You might have come across lateral epicondylitis, aka tennis elbow; it is one of the common types of work-related injuries. Most tennis players have suffered from this disease, which does not generally occur from one incident. Tennis elbow occurs from degeneration of the tendons in the elbow area due to overuse. Many jobs leave employees vulnerable to this disease. To know more about the compensation for this disease, contact Snow, Carpio and Weekley, PLC.
Is tennis elbow covered in workers’ compensation?
Sufferers of tennis elbow experience weakness or pain in their outer elbow. Rather than inflammation that causes this disease, the problem is due to weak tendons that have been overused. This is why the tennis elbow is known as repetitive motion injury or stress. Repetitive moments like lifting or moving heavy items, curling motion of the arm, or even pushing the arm from side to side can lead to the development of a tennis elbow.
Various occupations are related to this condition, including dentists, construction workers, mechanics, butchers, painters, and even musicians. Symptoms of this disease include pain in the elbow, aches along the forearm, or a burning sensation in the arm. Some people complain about weak grip on items like a cup of coffee.

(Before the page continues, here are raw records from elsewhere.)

class CsvOrderDecoder:
    """CSV order lines (one row per line item) grouped into one transaction per order.

    Columns are named by :class:`~streamcount.config.CsvConfig`: with ``header: true`` the
    first non-blank row names the columns and the ``*_field`` keys refer to those names (a
    key naming no column raises :class:`~streamcount.errors.InputError` at the header); with
    ``header: false`` each ``*_field`` must be a 0-based column number such as ``"0"``.

    **When an order closes.** Orders stay open while their rows arrive and may interleave.
    Let ``t`` be the event time of an accepted row of order ``X`` and ``gap`` be
    ``order_close_seconds``. Before the row joins ``X``, every *other* open order ``Y``
    closes when

    * ``t - last_ts(Y) >= gap`` (with ``gap = 0`` this is "the order id changed"), or
    * ``t`` or ``last_ts(Y)`` is unknown (rows without a time close on an id change).

    Besides, :meth:`flush_due` closes every order whose last row is ``gap`` or more before
    the given event time, and :meth:`flush_all` closes all of them. A row of an order that
    has already closed starts a new order with the same id. Closed orders come out sorted by
    time, then by where they started. A transaction's ``ts`` is the latest time among its
    rows, ``offset`` where its first row starts and ``end_offset`` where its last row ends.

    **Rows set aside** (``feed`` raises, the row joins no order and closes none):
    unreadable CSV (``malformed``), a short row or a blank order id (``missing_field``), a
    blank item (``empty``), a quantity that is not a number or a time that is neither
    epoch seconds nor ISO-8601 (``wrong_type``), a quantity ``<= 0`` (``empty``: returns and
    cancellations add nothing to a basket), and every row of an order once it has more than
    ``max_basket_items`` distinct items (``too_many_items``; the whole order is dropped,
    never truncated). A quantity above 0 does not multiply: a basket is a set.

    **Checkpoints.** Either store :meth:`state_dict` and resume the source at the consumed
    end (exact), or store :meth:`safe_offset` and re-read from there with a fresh decoder
    (exact when orders do not interleave; with interleaving, orders that closed after the
    oldest open order began are emitted again).

    Examples
    --------
    >>> d = CsvOrderDecoder(CsvConfig(order_close_seconds=0))
    >>> rows = [b"order_id,item,ts", b"A,tea,10", b"A,jam,11", b"B,tea,12"]
    >>> out, pos = [], 0
    >>> for row in rows:
    ...     out += d.feed(row, pos, pos + len(row) + 1)
    ...     pos += len(row) + 1
    >>> out
    [Transaction(items=('tea', 'jam'), ts=11.0, id='A', offset=17, end_offset=35)]
    >>> d.safe_offset(pos)
    35
    >>> d.flush_all()[0].items
    ('tea',)
    """

    __slots__ = (
        "_columns",
        "_idx",
        "_orders",
        "config",
        "encoding",
        "max_basket_items",
        "max_record_bytes",
        "require_ts",
    )

    def __init__(
        self,
        config: CsvConfig | None = None,
        max_basket_items: int = 200,
        max_record_bytes: int = 65536,
        encoding: str = "utf-8",
        *,
        require_ts: bool = False,
    ) -> None:
        _check_encoding(encoding)
        self.config = config or CsvConfig()
        if len(self.config.delimiter) != 1:
            raise ConfigError(
                "input.csv.delimiter", self.config.delimiter, "must be a single character"
            )
        self.max_basket_items = max_basket_items
        self.max_record_bytes = max_record_bytes
        self.encoding = encoding
        self.require_ts = require_ts
        self._columns: list[str] | None = None
        self._idx: tuple[int, int, int, int | None] | None = None
        self._orders: dict[str, _OpenOrder] = {}
        if not self.config.header:
            self._idx = self._indices_by_number()

    # -- columns ---------------------------------------------------------------------------

    def _fields(self) -> list[tuple[str, str | None]]:
        cfg = self.config
        return [
            ("order_field", cfg.order_field),
            ("item_field", cfg.item_field),
            ("ts_field", cfg.ts_field),
            ("quantity_field", cfg.quantity_field),
        ]

    def _indices_by_number(self) -> tuple[int, int, int, int | None]:
        found: list[int | None] = []
        for key, name in self._fields():
            if name is None:
                found.append(None)
                continue
            if not name.isdigit():
                raise ConfigError(
                    f"input.csv.{key}",
                    name,
                    "with input.csv.header = false, columns are named by 0-based number; "
                    "write e.g. '0', or set header: true",
                )
            found.append(int(name))
        return found[0], found[1], found[2], found[3]  # type: ignore[return-value]

    def _set_header(self, columns: list[str], offset: int) -> None:
        names = [c.strip() for c in columns]
        found: list[int | None] = []
        for key, name in self._fields():
            if name is None:
                found.append(None)
                continue
            if name not in names:
                raise InputError(
                    f"input.csv.{key} = {name!r}: no such column in the header at offset "
                    f"{offset} (columns: {_show(names)}); set input.csv.{key} to one of them"
                )
            found.append(names.index(name))
        self._columns = names
        self._idx = (found[0], found[1], found[2], found[3])  # type: ignore[assignment]

    # -- the protocol ----------------------------------------------------------------------

    def feed(self, record: bytes, offset: int, end_offset: int) -> list[Transaction]:
        text = _decode_text(record, offset, self.encoding, self.max_record_bytes)
        text = text.rstrip("\r\n")
        if not text.strip():
            return []
        try:
            row = next(csv.reader([text], delimiter=self.config.delimiter, strict=True))
        except csv.Error as exc:
            raise ParseError(
                "malformed", f"not a valid CSV row: {exc}", offset=offset, raw=record
            ) from None
        if self._idx is None:
            self._set_header(row, offset)
            return []
        if self._columns is not None and [c.strip() for c in row] == self._columns:
            return []  # the header again (files concatenated): not an order line
        i_order, i_item, i_ts, i_qty = self._idx
        cfg = self.config

        def cell(index: int, name: str) -> str:
            if index >= len(row):
                raise ParseError(
                    "missing_field",
                    f"row has {len(row)} columns, so no column {name!r} (number {index})",
                    offset=offset,
                    raw=record,
                )
            return row[index].strip()

        order_id = cell(i_order, cfg.order_field)
        if not order_id:
            raise ParseError(
                "missing_field",
                f"column {cfg.order_field!r} (the order id) is blank",
                offset=offset,
                raw=record,
            )
        item = cell(i_item, cfg.item_field)
        if not item:
            raise ParseError(
                "empty", f"column {cfg.item_field!r} (the item) is blank", offset=offset, raw=record
            )
        ts_text = cell(i_ts, cfg.ts_field)
        ts: float | None = None
        if ts_text:
            try:
                ts = float(ts_text)
            except ValueError:
                ts = _parse_ts(ts_text, f"column {cfg.ts_field!r}", offset, record)
            else:
                ts = _parse_ts(ts, f"column {cfg.ts_field!r}", offset, record)
        elif self.require_ts:
            raise ParseError(
                "missing_field",
                f"column {cfg.ts_field!r} (the time) is blank; a time-based window needs one",
                offset=offset,
                raw=record,
            )
        if i_qty is not None and cfg.quantity_field is not None:
            qty_text = cell(i_qty, cfg.quantity_field)
            try:
                qty = float(qty_text)
            except ValueError:
                raise ParseError(
                    "wrong_type",
                    f"column {cfg.quantity_field!r} = {_show(qty_text)}: not a number",
                    offset=offset,
                    raw=record,
                ) from None
            if not qty > 0:  # also catches nan
                raise ParseError(
                    "empty",
                    f"column {cfg.quantity_field!r} = {_show(qty_text)}: a quantity <= 0 adds "
                    "nothing to a basket (returns and cancellations are not counted)",
                    offset=offset,
                    raw=record,
                )
        current = self._orders.get(order_id)
        if current is not None and current.rejected:
            raise ParseError(
                "too_many_items",
                f"order {order_id!r} already has more than max_basket_items = "
                f"{self.max_basket_items} distinct items; the whole order is set aside",
                offset=offset,
                raw=record,
            )
        if (
            current is not None
            and item not in current.items
            and len(current.items) >= self.max_basket_items
        ):
            # Reject now (state unchanged apart from marking the order) so memory stays
            # bounded: the order's items are dropped, its later rows are set aside too.
            n = len(current.items) + 1
            current.items.clear()
            current.rejected = True
            raise ParseError(
                "too_many_items",
                f"order {order_id!r} reaches {n} distinct items with {item!r}, more than "
                f"max_basket_items = {self.max_basket_items}; the whole order is set aside, "
                "never truncated",
                offset=offset,
                raw=record,
            )
        closed = self._close_others(order_id, ts)  # never closes ``order_id`` itself
        if current is None:
            self._orders[order_id] = _OpenOrder({item: None}, offset, end_offset, ts)
        else:
            current.items[item] = None
            current.end_offset = end_offset
            if ts is not None and (current.last_ts is None or ts > current.last_ts):
                current.last_ts = ts
        return closed

    def _close_others(self, order_id: str, ts: float | None) -> list[Transaction]:
        gap = self.config.order_close_seconds
        due = [
            oid
            for oid, order in self._orders.items()
            if oid != order_id
            and (ts is None or order.last_ts is None or ts - order.last_ts >= gap)
        ]
        return self._close(due)

    def _close(self, order_ids: Sequence[str]) -> list[Transaction]:
        out: list[Transaction] = []
        for oid in order_ids:
            order = self._orders.pop(oid)
            if order.rejected:
                continue
            out.append(
                Transaction(tuple(order.items), order.last_ts, oid, order.offset, order.end_offset)
            )
        out.sort(key=lambda t: (t.ts is None, t.ts or 0.0, t.offset))
        return out

    def flush_due(self, event_time: float) -> list[Transaction]:
        gap = self.config.order_close_seconds
        due = [
            oid
            for oid, order in self._orders.items()
            if order.last_ts is not None and event_time - order.last_ts >= gap
        ]
        return self._close(due)

    def flush_all(self) -> list[Transaction]:
        return self._close(list(self._orders))

    def safe_offset(self, consumed_end: int) -> int:
        if not self._orders:
            return consumed_end
        return min(consumed_end, min(o.offset for o in self._orders.values()))

    @property
    def open_orders(self) -> int:
        """Orders currently open (held back until they close)."""
        return len(self._orders)

    def state_dict(self) -> dict[str, Any]:
        return {
            "columns": self._columns,
            "orders": [
                {
                    "id": oid,
                    "items": list(o.items),
                    "offset": o.offset,
                    "end_offset": o.end_offset,
                    "last_ts": o.last_ts,
                    "rejected": o.rejected,
                }
                for oid, o in self._orders.items()
            ],
        }

    def load_state(self, state: dict[str, Any]) -> None:
        try:
            columns = state.get("columns")
            orders = {
                str(o["id"]): _OpenOrder(
                    dict.fromkeys(str(i) for i in o["items"]),
                    int(o["offset"]),
                    int(o["end_offset"]),
                    None if o["last_ts"] is None else float(o["last_ts"]),
                    bool(o.get("rejected", False)),
                )
                for o in state.get("orders", [])
            }
        except (KeyError, TypeError, ValueError, AttributeError) as exc:
            raise InputError(f"CSV decoder state {_show(state)} is not valid: {exc}") from None
        if self.config.header:
            if columns is not None:
                self._set_header(list(columns), 0)
            else:
                self._columns, self._idx = None, None
        self._orders = orders
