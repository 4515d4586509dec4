"""Load and validate configuration into the frozen dataclasses of :mod:`.settings`.

A YAML file (or any mapping, or command-line overrides) is validated once into a
:class:`~streamcount.config.settings.Config`. The walk is generic: every dataclass field is a
key, its type annotation says what the value may be (an ``int`` is accepted where a ``float``
is expected, a ``bool`` never counts as a number, and ``null`` only where the annotation allows
``None``), and the rules of :mod:`streamcount.config.checks` (a table of per-key rules plus a
few cross-field checks) say which values make sense. Anything wrong raises
:class:`~streamcount.errors.ConfigError` naming the dotted key (``rules.min_confidence``), the
value and the rule; an unknown key comes with the closest known key as a suggestion.

Examples
--------
>>> cfg = config_from_mapping({"engine": {"epsilon": 0.01}, "rules": {"min_support": 0.05}})
>>> cfg.engine.epsilon, cfg.rules.min_support
(0.01, 0.05)
>>> config_from_mapping({"rules": {"min_confidence": 1.5}})
Traceback (most recent call last):
...
streamcount.errors.ConfigError: rules.min_confidence = 1.5: must be in [0, 1]
>>> apply_overrides(cfg, {"engine.window_size": 20000}).engine.window_size
20000
"""

from __future__ import annotations

import dataclasses
import difflib
import math
import os
import sys
import types
import typing
from collections.abc import Mapping
from pathlib import Path
from typing import Any

import yaml

# FINGERPRINT_KEYS, RETIRED_KEYS, describe, fingerprint, fingerprint_settings and parse_listen
# live in .checks, .keyrules and .describe; they are re-exported here for the modules that
# import them from this one
from streamcount.config.checks import RETIRED_KEYS, cross_checks
from streamcount.config.describe import (
    FINGERPRINT_KEYS,
    describe,
    fingerprint,
    fingerprint_settings,
)
from streamcount.config.keyrules import KEY_RULES, NORMALISE, parse_listen
from streamcount.config.settings import Config
from streamcount.errors import ConfigError

__all__ = [
    "FINGERPRINT_KEYS",
    "RETIRED_KEYS",
    "apply_overrides",
    "check_config_main",
    "config_from_mapping",
    "config_to_mapping",
    "describe",
    "fingerprint",
    "fingerprint_settings",
    "load_config",
    "parse_listen",
]

# ---------------------------------------------------------------------------------------------
# Generic walk over the dataclasses
# ---------------------------------------------------------------------------------------------


def _type_name(tp: Any) -> str:
    if typing.get_origin(tp) is tuple:
        return "a list of names"
    return "null" if tp is type(None) else getattr(tp, "__name__", str(tp))


def _check_type(key: str, value: Any, hint: Any, *, allow_empty: bool = False) -> Any:
    """Return ``value`` as the annotated type (int -> float) or raise ConfigError.

    ``allow_empty``: an empty list is a valid list of names (for keys whose default is one)."""
    if typing.get_origin(hint) in (typing.Union, types.UnionType):
        options = typing.get_args(hint)
    else:
        options = (hint,)
    wanted = " or ".join(_type_name(t) for t in options)
    if value is None:
        if type(None) in options:
            return None
        return _fail(key, value, f"must not be null (expected {wanted})")
    for tp in options:
        if typing.get_origin(tp) is tuple:
            # a list of names; one name alone stands for a list of one
            items = [value] if isinstance(value, str) else value
            if not isinstance(items, list | tuple) or not all(isinstance(v, str) for v in items):
                return _fail(key, value, "must be a name or a list of names")
            if not items and not allow_empty:
                return _fail(key, value, "must name at least one")
            if len(set(items)) != len(items):
                return _fail(key, value, "names each one once")
            return tuple(items)
        if tp is bool and isinstance(value, bool):
            return value
        if tp is int and isinstance(value, int) and not isinstance(value, bool):
            return value
        if tp is float and isinstance(value, int | float) and not isinstance(value, bool):
            if not math.isfinite(value):
                return _fail(key, value, "must be a finite number")
            return float(value)
        if tp is str and isinstance(value, str):
            return value
    rule = f"must be {wanted}, not {type(value).__name__}"
    if float in options and isinstance(value, str) and _looks_numeric(value):
        # YAML 1.1 reads 1e-3 (no dot) as text
        rule += f"; write it with a dot, e.g. {float(value)!r}"
    return _fail(key, value, rule)


def _looks_numeric(text: str) -> bool:
    try:
        return math.isfinite(float(text))
    except ValueError:
        return False


def _fail(key: str, value: object, rule: str) -> typing.NoReturn:
    raise ConfigError(key, value, rule)


def _all_keys(cls: type, prefix: str = "") -> list[str]:
    """Dotted paths of every leaf key under a config dataclass, in declaration order."""
    keys: list[str] = []
    hints = typing.get_type_hints(cls)
    for f in dataclasses.fields(cls):
        path = f"{prefix}{f.name}"
        if dataclasses.is_dataclass(hints[f.name]):
            keys.extend(_all_keys(hints[f.name], path + "."))
        else:
            keys.append(path)
    return keys


def _unknown_key_rule(path: str, known: list[str]) -> str:
    leaf = path.rpartition(".")[2]
    close = difflib.get_close_matches(leaf, known, n=1, cutoff=0.6)
    if close:
        return f"unknown key; did you mean {close[0]!r}?"
    # a key put in the wrong section: name the section it belongs to
    elsewhere = [k for k in _all_keys(Config) if k.rpartition(".")[2] == leaf]
    if elsewhere:
        return f"unknown key here; it belongs at {elsewhere[0]!r}"
    return "unknown key; known keys here: " + ", ".join(known)


def _build(cls: type, data: object, prefix: str) -> Any:
    section = prefix.rstrip(".") or "<top level>"
    if data is None:
        data = {}
    if not isinstance(data, Mapping):
        _fail(section, data, f"must be a mapping of keys to values ({cls.__name__})")
    hints = typing.get_type_hints(cls)
    names = [f.name for f in dataclasses.fields(cls)]
    empty_ok = {f.name for f in dataclasses.fields(cls) if f.default == ()}
    for key in data:
        if not isinstance(key, str) or key not in names:
            path = f"{prefix}{key}"
            if path in RETIRED_KEYS:
                _fail(path, data[key], RETIRED_KEYS[path])
            _fail(path, data[key], _unknown_key_rule(path, names))
    values: dict[str, Any] = {}
    for name in names:
        if name not in data:
            continue
        path = f"{prefix}{name}"
        hint = hints[name]
        if isinstance(hint, type) and dataclasses.is_dataclass(hint):
            values[name] = _build(hint, data[name], path + ".")
            continue
        value = _check_type(path, data[name], hint, allow_empty=name in empty_ok)
        if value is not None:
            if path in NORMALISE:
                value = NORMALISE[path](value)
            for predicate, rule in KEY_RULES.get(path, ()):
                if not predicate(value):
                    _fail(path, data[name], rule)
        values[name] = value
    return cls(**values)


# ---------------------------------------------------------------------------------------------
# Public API
# ---------------------------------------------------------------------------------------------


def config_from_mapping(data: Mapping[str, Any] | None, *, source: str = "<mapping>") -> Config:
    """Validate a mapping (sections of keys) into a :class:`Config`.

    Parameters
    ----------
    data:
        Sections as in ``config/default.yaml``; missing keys take their defaults; ``None`` gives
        the defaults.
    source:
        Where the data came from; stored as ``source`` on a raised error for messages.

    Raises
    ------
    ConfigError
        Naming the dotted key, the value and the rule it breaks.
    """
    try:
        cfg: Config = _build(Config, data, "")
        cross_checks(cfg)
    except ConfigError as err:
        err.source = source
        raise
    return cfg


class _UniqueKeyLoader(yaml.SafeLoader):
    """``yaml.SafeLoader`` that refuses a key given twice in one mapping (YAML keeps the last)."""


def _construct_unique_mapping(loader: _UniqueKeyLoader, node: yaml.MappingNode) -> dict[Any, Any]:
    seen: set[Any] = set()
    for key_node, _ in node.value:
        key = loader.construct_object(key_node)
        if key in seen:
            mark = key_node.start_mark
            raise ConfigError(
                str(key),
                key,
                f"is given twice in one section (line {mark.line + 1}); keep one",
            )
        seen.add(key)
    return loader.construct_mapping(node)


_UniqueKeyLoader.add_constructor(
    yaml.resolver.BaseResolver.DEFAULT_MAPPING_TAG,
    _construct_unique_mapping,
)


def load_config(path: str | Path) -> Config:
    """Read a YAML file and validate it (an empty file gives the defaults).

    Raises
    ------
    ConfigError
        The file is missing or unreadable, is not valid YAML (the message gives line and
        column), its top level is not a mapping, or a key or value breaks a rule.
    """
    path = Path(path)
    try:
        raw = path.read_bytes()
    except FileNotFoundError:
        raise ConfigError("--config", str(path), "no such file") from None
    except IsADirectoryError:
        raise ConfigError("--config", str(path), "is a directory, not a YAML file") from None
    except PermissionError:
        raise ConfigError(
            "--config", str(path), "permission denied: make the file readable by this user"
        ) from None
    except OSError as exc:
        raise ConfigError("--config", str(path), f"cannot be read ({exc.strerror})") from None
    try:
        text = raw.decode("utf-8")
    except UnicodeDecodeError as exc:
        raise ConfigError(
            "--config",
            str(path),
            f"is not UTF-8 text (byte {exc.start} is {raw[exc.start : exc.start + 1]!r}); "
            "save the file as UTF-8",
        ) from None
    try:
        data = yaml.load(text, Loader=_UniqueKeyLoader)  # a SafeLoader subclass
    except yaml.MarkedYAMLError as exc:
        mark = exc.problem_mark or exc.context_mark
        lines = text.splitlines()
        if mark is not None:
            where = f"{path}, line {mark.line + 1}, column {mark.column + 1}"
            shown = lines[mark.line].strip() if mark.line < len(lines) else ""
        else:
            where, shown = str(path), ""
        raise ConfigError(
            where,
            shown,
            f"is not valid YAML ({exc.problem or exc.context}); check the indentation and "
            "that every ':' is followed by a space",
        ) from exc
    except yaml.YAMLError as exc:
        raise ConfigError(str(path), "", f"is not valid YAML ({exc})") from exc
    if data is not None and not isinstance(data, Mapping):
        raise ConfigError(
            str(path),
            data,
            "the top level must be a mapping of sections ("
            + ", ".join(f.name for f in dataclasses.fields(Config))
            + ")",
        )
    return config_from_mapping(data, source=str(path))


def config_to_mapping(config: Config) -> dict[str, Any]:
    """The configuration as nested plain dicts (``config_from_mapping`` gives it back)."""
    return dataclasses.asdict(config)


def _coerce_override(path: str, value: object) -> object:
    """Parse a command-line string as YAML when the key does not take text (``"0.01"`` -> 0.01)."""
    if not isinstance(value, str):
        return value
    cls: Any = Config
    parts = path.split(".")
    for part in parts[:-1]:
        cls = typing.get_type_hints(cls)[part]
    hint = typing.get_type_hints(cls)[parts[-1]]
    options = typing.get_args(hint) or (hint,)
    if str in options:
        return value
    try:
        return yaml.safe_load(value)
    except yaml.YAMLError:
        return value  # the type check names the key and the expected type


def apply_overrides(config: Config, overrides: Mapping[str, object]) -> Config:
    """A copy of ``config`` with dotted keys replaced, validated like a file.

    Strings given for keys that do not take text are read as YAML scalars, so command-line text
    such as ``"0.01"``, ``"true"`` or ``"null"`` works.

    Raises
    ------
    ConfigError
        For an unknown dotted key (with the closest known one) or a value breaking a rule.
    """
    data = config_to_mapping(config)
    known = _all_keys(Config)
    for path, value in overrides.items():
        if path in RETIRED_KEYS:
            raise ConfigError(path, value, RETIRED_KEYS[path])
        if path not in known:
            close = difflib.get_close_matches(path, known, n=1, cutoff=0.6)
            hint = f"did you mean {close[0]!r}?" if close else "see config/default.yaml"
            raise ConfigError(path, value, f"unknown key; {hint}")
        node = data
        *parents, leaf = path.split(".")
        for part in parents:
            node = node[part]
        node[leaf] = _coerce_override(path, value)
    return config_from_mapping(data, source="<overrides>")


def check_config_main(path: str | Path) -> int:
    """``streamcount check-config FILE``: print ``OK: <summary>`` (0) or the error (2)."""
    try:
        cfg = load_config(path)
    except ConfigError as err:
        # the message names the file (a key of it, or the file itself), once
        where = "" if str(path) in str(err) else f"{path}: "
        print(f"error: {where}{err}", file=sys.stderr)
        return 2
    print(f"OK: {describe(cfg)}")
    token_env = cfg.server.token_env
    if token_env and not os.environ.get(token_env):
        print(
            f"warning: server.token_env = {token_env!r}: that environment variable is not set "
            "here; `streamcount run` will refuse to start without it",
            file=sys.stderr,
        )
    for key, file in (
        ("server.token_file", cfg.server.token_file),
        ("server.tls_certificate", cfg.server.tls_certificate),
        ("server.tls_key", cfg.server.tls_key),
    ):
        if file and not os.access(file, os.R_OK):
            print(
                f"warning: {key} = {file!r}: cannot be read here; `streamcount run` will "
                "refuse to start without it",
                file=sys.stderr,
            )
    return 0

Yes, tennis elbow is covered under workers’ compensation. Most of the time, the repetitive motions related to the individual’s job are the risk factors for developing tennis elbow. But the condition is treatable. Physical therapy, like strength training and stretches, may be required. Sometimes, the individual may require surgery or even need to wear a brace.
Many workers stress loss of income while recovering from tennis elbow. It may take weeks to recover, if not longer, in a few cases.
Treating tennis elbow
There is no such treatment to cure tennis elbow. With a proper exercise regimen and rest, tennis elbow will get better on its own. Approximately 80 to 90% of every case of tennis elbow improves. However, the person suffering from it should treat the condition effectively.
It is essential to avoid specific movements while suffering from tennis elbow, like, carrying objects, fully extending the arm, repeatedly grasping objects, using one hand to lift heavy objects, etc.
Apart from avoiding such movements, it is also important to let the forearm muscles to rest. Ice compression cna help decrease the swelling of the affected tendon. For many workers suffering from tennis elbow, taking time off to rest is not an option.